TASK DESCRIPTION> Report back each line of the records that contains the string "itertools".

PROVIDED MATERIAL>
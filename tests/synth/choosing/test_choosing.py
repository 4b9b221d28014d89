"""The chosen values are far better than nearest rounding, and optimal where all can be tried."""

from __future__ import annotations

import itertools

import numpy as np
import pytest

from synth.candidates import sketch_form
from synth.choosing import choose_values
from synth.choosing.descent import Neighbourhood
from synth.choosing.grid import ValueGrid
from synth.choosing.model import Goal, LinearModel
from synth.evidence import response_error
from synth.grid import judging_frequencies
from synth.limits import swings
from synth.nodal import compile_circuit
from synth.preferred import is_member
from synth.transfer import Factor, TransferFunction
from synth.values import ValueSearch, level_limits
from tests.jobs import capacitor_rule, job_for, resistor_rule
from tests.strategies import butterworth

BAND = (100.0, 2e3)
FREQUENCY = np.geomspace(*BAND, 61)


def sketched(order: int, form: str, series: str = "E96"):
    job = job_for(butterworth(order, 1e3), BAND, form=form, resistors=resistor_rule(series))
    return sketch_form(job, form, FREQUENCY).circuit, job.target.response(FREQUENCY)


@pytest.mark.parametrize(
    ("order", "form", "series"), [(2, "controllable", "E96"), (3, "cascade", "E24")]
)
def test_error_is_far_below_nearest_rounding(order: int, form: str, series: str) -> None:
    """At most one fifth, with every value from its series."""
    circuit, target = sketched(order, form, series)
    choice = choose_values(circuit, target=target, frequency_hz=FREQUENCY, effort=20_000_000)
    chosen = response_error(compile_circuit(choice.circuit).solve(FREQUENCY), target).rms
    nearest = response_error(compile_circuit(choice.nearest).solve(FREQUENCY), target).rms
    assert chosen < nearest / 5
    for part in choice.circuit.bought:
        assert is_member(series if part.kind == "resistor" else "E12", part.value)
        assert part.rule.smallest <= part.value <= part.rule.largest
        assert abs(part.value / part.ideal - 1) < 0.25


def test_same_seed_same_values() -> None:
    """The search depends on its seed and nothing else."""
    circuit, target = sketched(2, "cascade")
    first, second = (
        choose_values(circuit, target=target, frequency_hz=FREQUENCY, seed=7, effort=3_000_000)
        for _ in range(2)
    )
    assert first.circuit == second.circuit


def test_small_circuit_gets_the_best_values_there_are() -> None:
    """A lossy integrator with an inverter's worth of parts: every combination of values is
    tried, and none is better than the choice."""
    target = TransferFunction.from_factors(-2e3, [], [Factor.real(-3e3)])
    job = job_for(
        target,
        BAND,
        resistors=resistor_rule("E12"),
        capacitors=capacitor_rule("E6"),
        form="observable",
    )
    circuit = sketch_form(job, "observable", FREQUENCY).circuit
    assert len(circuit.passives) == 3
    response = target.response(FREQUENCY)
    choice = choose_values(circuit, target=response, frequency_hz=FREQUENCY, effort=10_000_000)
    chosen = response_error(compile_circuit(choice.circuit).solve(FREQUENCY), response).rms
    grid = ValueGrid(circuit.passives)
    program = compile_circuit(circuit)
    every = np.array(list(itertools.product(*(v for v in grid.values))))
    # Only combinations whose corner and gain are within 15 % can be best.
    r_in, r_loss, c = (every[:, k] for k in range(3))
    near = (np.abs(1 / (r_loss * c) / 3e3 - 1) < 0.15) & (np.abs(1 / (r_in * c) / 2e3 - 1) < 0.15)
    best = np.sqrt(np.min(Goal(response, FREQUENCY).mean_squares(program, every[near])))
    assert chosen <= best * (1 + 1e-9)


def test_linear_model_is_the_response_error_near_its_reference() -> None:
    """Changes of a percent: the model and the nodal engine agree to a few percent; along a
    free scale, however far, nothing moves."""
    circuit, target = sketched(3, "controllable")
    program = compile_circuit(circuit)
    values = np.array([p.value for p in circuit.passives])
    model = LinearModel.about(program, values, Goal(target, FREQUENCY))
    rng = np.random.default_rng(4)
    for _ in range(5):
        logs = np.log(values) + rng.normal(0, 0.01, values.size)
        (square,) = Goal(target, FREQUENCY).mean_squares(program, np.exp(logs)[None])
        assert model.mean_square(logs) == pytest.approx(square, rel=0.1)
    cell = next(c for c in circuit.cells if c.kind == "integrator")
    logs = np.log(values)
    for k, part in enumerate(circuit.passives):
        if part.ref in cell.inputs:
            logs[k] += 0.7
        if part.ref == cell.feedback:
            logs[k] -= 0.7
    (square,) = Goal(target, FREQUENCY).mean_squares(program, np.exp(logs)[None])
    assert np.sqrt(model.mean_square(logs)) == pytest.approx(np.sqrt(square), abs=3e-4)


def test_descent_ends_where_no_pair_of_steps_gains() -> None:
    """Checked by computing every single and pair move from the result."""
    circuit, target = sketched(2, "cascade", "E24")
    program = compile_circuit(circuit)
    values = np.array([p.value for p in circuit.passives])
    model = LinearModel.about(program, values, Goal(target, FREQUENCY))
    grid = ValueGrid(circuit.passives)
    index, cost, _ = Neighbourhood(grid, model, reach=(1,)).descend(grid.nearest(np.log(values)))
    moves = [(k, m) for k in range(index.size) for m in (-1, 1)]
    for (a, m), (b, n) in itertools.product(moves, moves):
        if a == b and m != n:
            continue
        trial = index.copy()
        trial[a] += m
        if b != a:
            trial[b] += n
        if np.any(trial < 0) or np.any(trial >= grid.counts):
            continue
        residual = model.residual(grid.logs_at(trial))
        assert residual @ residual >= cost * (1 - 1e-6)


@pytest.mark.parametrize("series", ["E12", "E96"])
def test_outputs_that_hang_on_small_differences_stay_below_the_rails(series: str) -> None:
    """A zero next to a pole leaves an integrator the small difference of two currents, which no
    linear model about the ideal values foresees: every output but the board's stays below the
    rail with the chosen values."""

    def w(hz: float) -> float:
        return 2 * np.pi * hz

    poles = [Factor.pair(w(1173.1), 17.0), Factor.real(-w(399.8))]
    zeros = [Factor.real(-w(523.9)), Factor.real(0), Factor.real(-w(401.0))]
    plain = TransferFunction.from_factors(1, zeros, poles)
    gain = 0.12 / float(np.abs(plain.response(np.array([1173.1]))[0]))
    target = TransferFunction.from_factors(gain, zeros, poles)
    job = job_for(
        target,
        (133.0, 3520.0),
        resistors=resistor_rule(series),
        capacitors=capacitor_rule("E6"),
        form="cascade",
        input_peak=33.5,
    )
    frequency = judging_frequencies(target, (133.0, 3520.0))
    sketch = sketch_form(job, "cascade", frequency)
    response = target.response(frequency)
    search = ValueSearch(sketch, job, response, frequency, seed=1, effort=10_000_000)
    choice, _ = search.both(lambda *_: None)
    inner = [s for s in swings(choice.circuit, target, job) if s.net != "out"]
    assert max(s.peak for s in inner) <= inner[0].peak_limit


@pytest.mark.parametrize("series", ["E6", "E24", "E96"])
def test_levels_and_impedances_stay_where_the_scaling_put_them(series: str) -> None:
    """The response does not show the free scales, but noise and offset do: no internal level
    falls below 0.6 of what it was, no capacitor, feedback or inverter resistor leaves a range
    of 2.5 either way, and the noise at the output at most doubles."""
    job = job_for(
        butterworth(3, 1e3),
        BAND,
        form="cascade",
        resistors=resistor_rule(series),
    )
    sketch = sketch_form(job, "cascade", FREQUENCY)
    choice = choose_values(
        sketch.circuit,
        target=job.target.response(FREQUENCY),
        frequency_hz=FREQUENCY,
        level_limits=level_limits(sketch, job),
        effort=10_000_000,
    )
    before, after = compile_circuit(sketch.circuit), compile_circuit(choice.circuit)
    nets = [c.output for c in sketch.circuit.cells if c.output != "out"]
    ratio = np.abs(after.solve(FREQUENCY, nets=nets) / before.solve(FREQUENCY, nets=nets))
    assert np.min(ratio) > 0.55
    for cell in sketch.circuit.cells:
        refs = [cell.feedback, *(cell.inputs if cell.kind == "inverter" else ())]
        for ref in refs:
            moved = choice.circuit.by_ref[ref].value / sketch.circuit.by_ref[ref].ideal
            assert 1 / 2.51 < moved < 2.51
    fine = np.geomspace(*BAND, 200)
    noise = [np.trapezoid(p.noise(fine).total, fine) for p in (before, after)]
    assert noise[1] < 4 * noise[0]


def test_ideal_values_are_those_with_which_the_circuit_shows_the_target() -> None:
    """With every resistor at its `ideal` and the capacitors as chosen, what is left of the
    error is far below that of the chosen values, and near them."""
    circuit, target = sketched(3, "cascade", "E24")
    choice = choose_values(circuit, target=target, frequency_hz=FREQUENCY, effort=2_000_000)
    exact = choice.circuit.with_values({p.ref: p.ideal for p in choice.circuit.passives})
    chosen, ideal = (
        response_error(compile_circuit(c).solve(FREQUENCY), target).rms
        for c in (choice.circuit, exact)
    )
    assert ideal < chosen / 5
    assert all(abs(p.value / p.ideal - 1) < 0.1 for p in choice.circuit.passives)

SOLUTION TO THE EXERCISE>
import itertools
    every = np.array(list(itertools.product(*(v for v in grid.values))))
    for (a, m), (b, n) in itertools.product(moves, moves):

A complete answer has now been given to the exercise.